# AquaSoil Africana - photos of Oliver Knott's new set up



## pineapple (May 4, 2004)

If you check out this link, you will see one of Oliver's new designs for which he has used ADA AquaSoil Africana (powder). A picture tells a thousand words... the sequence is informative, not only with regard to the substrate.

Andrew Cribb


----------



## ryan_suiso (Jan 10, 2005)

Interesting, for 96 liters and 30 watts total it is only a little over 1 WPG. I see a lot of dark areas in the pix.


----------



## plantbrain (Jan 23, 2004)

That's enough light IMO with good CO2/nutrients, there is also no shading by other plants and a decent reflector.


Regards, 
Tom Barr


----------



## Rolo (May 12, 2004)

Very nice close ups, very nice HC. Oliver's HC leaflets look so much bigger then mine! =P~ 

Wow, is it ok to make use that much Aquasoil...I'm guess it's pushed up to at least 8" in the back corner.


----------



## jsenske (Mar 15, 2004)

Rolo, 
definitely OK- I've seen ADA tanks with it even deeper.


----------



## plantella (Feb 5, 2004)

This tank was more a "test-tank" or "new experience" tank

I get a pot from a new small Utricularia sort and want to test it in this tank. 
And I have much space for a small other plant. So I choose HC, I don't know if it was enough light for this plant. I'am curious if it's grow well...or not 

This was also the first time I use the AquaSoil Powder as main bottom.
Normaly I use it only as last layer over the normal AquaSoil.

Best regards,

Oliver Knott
www.plantella.com


----------



## cS (Jan 27, 2004)

Rolo said:


> Very nice close ups, very nice HC. Oliver's HC leaflets look so much bigger then mine! =P~


I believe that's because they are emersed leaves. Please correct me if I'm wrong Oliver.


----------



## travdawg (Mar 3, 2005)

What are those rocks? They are amazing.


----------



## plantella (Feb 5, 2004)

The stones called: Fairyland Stone (www.aquadeco.com)

Regards,

Oliver Knott
www.plantella.com


----------



## travdawg (Mar 3, 2005)

argh, no US distribution!?!?! Ah well, I probably couldnt foot the bill for such beautiful rocks anyhow.


----------



## aquaessentials (Dec 15, 2004)

It is a shame they are not available in the US. It's actually the same for us in the UK. I looked into buying some from them and really act as a wholesaler in the UK but the sheer weight and quantities resulted in me not going ahead with it (no space left).

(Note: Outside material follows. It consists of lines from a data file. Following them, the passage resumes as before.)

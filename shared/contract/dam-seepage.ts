import * as z from 'zod/mini';
import { id } from './common.ts';
import { unitSystem } from './unit-system.ts';

/** Nets put together at most, one for each section: all their readings are to be kept, so that one change reads one net. */
export const MOST_SECTIONS = 60;
const TOO_MANY = `Choose nets of ${MOST_SECTIONS} sections at most.`;
const ID_LENGTH = 36;

const commaList = z.pipe(
  z.string().check(z.toLowerCase(), z.maxLength(MOST_SECTIONS * (ID_LENGTH + 1), TOO_MANY)),
  z.transform((text) => [...new Set(text.split(',').filter((part) => part !== ''))]),
);

/** `nets=<id>,<id>,…`: the net that stands for each section, chosen by the engineer; none to see what there is. */
export const damSeepageQuery = z.object({
  nets: z._default(z.pipe(commaList, z.array(id).check(z.maxLength(MOST_SECTIONS, TOO_MANY))), []),
});

const figure = z.nullable(z.number());
const reason = z.object({ code: z.string(), text: z.string() });

/** A section in use with the nets in use that may stand for it. */
export const seepageSection = z.object({
  id,
  name: z.string(),
  /** As written. */
  chainage: z.string(),
  drawing: z.object({ id, title: z.string() }),
  nets: z.array(z.object({ id, name: z.string() })),
});
export type SeepageSection = z.infer<typeof seepageSection>;

/** A chosen net and what it says of the seepage: metres and m³/s, whatever its own units are. */
export const chosenNet = z.object({
  netId: id,
  netName: z.string(),
  sectionId: id,
  sectionName: z.string(),
  /** As written, and in metres; null where it is no number. */
  chainage: z.string(),
  chainageMetres: figure,
  /** Water levels above the dam's datum, metres. */
  headwater: figure,
  tailwater: figure,
  /** m³/s per metre of dam. */
  seepage: figure,
  /** Factor (×/÷) at 95 %; null while k has none. */
  factor: figure,
  /** Significant figures that k deserves. */
  figures: z.number(),
  /** True when an outermost flow line is no real boundary: then the seepage is that of the traced channels only. */
  tracedOnly: z.boolean(),
  /** Why it is no part of the total; null when it is. */
  leftOut: z.nullable(reason),
});
export type ChosenNet = z.infer<typeof chosenNet>;

/** Something to know before the total is used, said once. */
export const seepageCaution = z.object({
  code: z.enum(['headwatersDiffer', 'tailwatersDiffer', 'tracedOnly', 'noFactor', 'leftOut']),
  text: z.string(),
});
export type SeepageCaution = z.infer<typeof seepageCaution>;

/** `GET /dams/:damId/seepage`: seepage over a length of dam from the nets chosen, metres and m³/s. */
export const damSeepageDto = z.object({
  damId: id,
  /** In which unit system the chainages are written. */
  unitSystem,
  datum: z.string(),
  sections: z.array(seepageSection),
  /** By chainage, those without one last. */
  chosen: z.array(chosenNet),
  /** Chainages and length in metres, flow in m³/s. */
  reaches: z.array(z.object({ from: z.number(), to: z.number(), length: z.number(), flow: z.number() })),
  /** Null while fewer than two sections count. */
  total: z.nullable(
    z.object({
      length: z.number(),
      flow: z.number(),
      /** The greatest of the sections' factors; null when any of them has none. */
      factor: figure,
      figures: z.number(),
    }),
  ),
  cautions: z.array(seepageCaution),
});
export type DamSeepageDto = z.infer<typeof damSeepageDto>;
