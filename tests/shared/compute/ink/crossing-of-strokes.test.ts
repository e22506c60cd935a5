import { describe, expect, it } from 'vitest';
import { crossingOfStrokes } from '#shared/compute/ink/crossing-of-strokes.ts';
import { type DrawnStroke, drawnScan, LOOKS, randomOf, type ScanLook } from '#tests/support/crossing-scan.ts';

const SIDE = 112;
const REACH = 12;

type Place = readonly [number, number];

/** A stroke through a place, at an angle to the horizontal, reaching so far to either side. */
function through([x, y]: Place, deg: number, widthPx: number, back: number, ahead: number): DrawnStroke {
  const [cos, sin] = [Math.cos((deg * Math.PI) / 180), Math.sin((deg * Math.PI) / 180)];
  return { from: [x - back * cos, y - back * sin], to: [x + ahead * cos, y + ahead * sin], widthPx };
}

/** How two lines meet: how far each goes on beyond the meeting, from 0 to 1 of the window. */
const JUNCTIONS = { crossing: [1, 1], tee: [1, 0], corner: [0, 0] } as const;

function meeting(kind: keyof typeof JUNCTIONS, seed: number, look: ScanLook) {
  const random = randomOf(seed);
  const at: Place = [SIDE / 2 + 6 * (random() - 0.5), SIDE / 2 + 6 * (random() - 0.5)];
  const skew = 8 * (random() - 0.5);
  const between = 40 + 100 * random();
  const width = () => 1.6 + 5 * random();
  const [one, two] = JUNCTIONS[kind];
  const strokes = [
    through(at, skew, width(), 90 * one, 90),
    through(at, skew + between, width(), 90 * two, 90),
  ];
  const click: Place = [at[0] + 10 * (random() - 0.5), at[1] + 10 * (random() - 0.5)];
  return { at, click, window: drawnScan(SIDE, strokes, look, seed) };
}

const percentile95 = (values: number[]) =>
  [...values].sort((a, b) => a - b)[Math.ceil(0.95 * values.length) - 1]!;

describe('the crossing of two drawn lines', () => {
  it('is none on bare paper, along one line alone, or among specks', () => {
    const bare = drawnScan(SIDE, [], LOOKS.toned!, 1);
    expect(crossingOfStrokes(bare, [56, 56], REACH)).toBeNull();
    const one = drawnScan(SIDE, [through([56, 56], 3, 2, 90, 90)], LOOKS.toned!, 2);
    expect(crossingOfStrokes(one, [56, 56], REACH)).toBeNull();
    const specks = drawnScan(SIDE, [], { ...LOOKS.fax!, specks: 30 }, 3);
    expect(crossingOfStrokes(specks, [56, 56], REACH)).toBeNull();
  });

  it('is none where it lies further off than the reach, or the lines meet too flat', () => {
    const strokes = [through([56, 56], 0, 2, 90, 90), through([56, 56], 90, 2, 90, 90)];
    const window = drawnScan(SIDE, strokes, LOOKS.clean!, 4);
    expect(crossingOfStrokes(window, [70, 70], REACH)).toBeNull();
    const flat = [through([56, 56], 0, 2, 90, 90), through([56, 56], 12, 2, 90, 90)];
    expect(crossingOfStrokes(drawnScan(SIDE, flat, LOOKS.clean!, 5), [56, 56], REACH)).toBeNull();
  });

  it('is none between lines that end before they meet', () => {
    const apart = [through([56, 20], 0, 2, 90, 90), through([56, 90], 90, 2, 0, 60)];
    expect(crossingOfStrokes(drawnScan(SIDE, apart, LOOKS.clean!, 6), [56, 24], REACH)).toBeNull();
  });

  // P95 errors printed and held, pixels; 40 drawings each of strokes 1.6 to 6.6 px wide, skewed and at 40 to 140 degrees.
  it.each([
    ['crossing', 'clean', 0.1],
    ['crossing', 'toned', 0.2],
    ['crossing', 'faded', 0.3],
    ['crossing', 'fax', 0.3],
    ['tee', 'clean', 0.2],
    ['tee', 'fax', 0.4],
    ['corner', 'toned', 0.4],
    ['corner', 'fax', 1],
  ] as const)('of a %s on a %s scan lies within %f px at the 95th percentile', (kind, look, most) => {
    const errors = Array.from({ length: 40 }, (_, i) => {
      const { at, click, window } = meeting(kind, i + 1, LOOKS[look]!);
      const found = crossingOfStrokes(window, click, REACH);
      return found === null ? Number.POSITIVE_INFINITY : Math.hypot(found.at[0] - at[0], found.at[1] - at[1]);
    });
    const missed = errors.filter((error) => !Number.isFinite(error)).length;
    const p95 = percentile95(errors.filter(Number.isFinite));
    console.info(`${kind} on ${look}: P95 ${p95.toFixed(3)} px, ${missed} of ${errors.length} not found`);
    expect(missed).toBeLessThanOrEqual(3);
    expect(p95).toBeLessThan(most);
  });

  it('is the one nearest to the pointer on a ruled sheet', () => {
    const rules = [20, 36, 52, 68, 84].map((y) => through([56, y + 0.3], 0.5, 1.8, 90, 90));
    const upright = [through([50.4, 56], 90.5, 2.4, 90, 90)];
    const window = drawnScan(SIDE, [...rules, ...upright], LOOKS.fax!, 9);
    const found = crossingOfStrokes(window, [53, 49], REACH)!;
    expect(found.angleDeg).toBeGreaterThan(88);
    expect(Math.abs(found.at[0] - 50.4)).toBeLessThan(0.4);
    expect(Math.abs(found.at[1] - 52.3)).toBeLessThan(0.4);
  });

  it('moves with the scan: shifted by whole pixels, the crossing is the same', () => {
    const { window, click } = meeting('crossing', 7, LOOKS.fax!);
    const grey = new Uint8Array(SIDE * SIDE).fill(255);
    for (let y = 0; y < SIDE - 5; y += 1) {
      grey.set(window.grey.subarray(y * SIDE, y * SIDE + SIDE - 3), (y + 5) * SIDE + 3);
    }
    const before = crossingOfStrokes(window, click, REACH)!.at;
    const after = crossingOfStrokes({ ...window, grey }, [click[0] + 3, click[1] + 5], REACH)!.at;
    expect(Math.abs(after[0] - before[0] - 3)).toBeLessThan(0.1);
    expect(Math.abs(after[1] - before[1] - 5)).toBeLessThan(0.1);
  });
});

Anyway, you would be surprised at how reasonsable the prices were though and also what a wide range they have for not just rock but also wood.


----------



## jppurchase (Dec 15, 2004)

*Re: Oliver's new tank*

Very well done Oliver, the tank looks great. But I'm jealous - the rocks are absolutely awesome.

James Purchase
Toronto


----------



## plantella (Feb 5, 2004)

Thanks James,

but I'am not 100% satisfied with the Hemianthus grow...to many holes...hard to get a real carpet in this tank, especially in the right and left corners. I think the light is a little bit to less...but I try my best to get a better result.

Regards,

Oliver


----------



## dmartin72 (Oct 9, 2004)

What is your secret to Hemianthus? How do you get that carpet look? ADA?


----------



## TripleC (Mar 11, 2005)

Oiver, what's growing on the backwall there? And how is it set up? It doesn't look like the typical "moss wall."


----------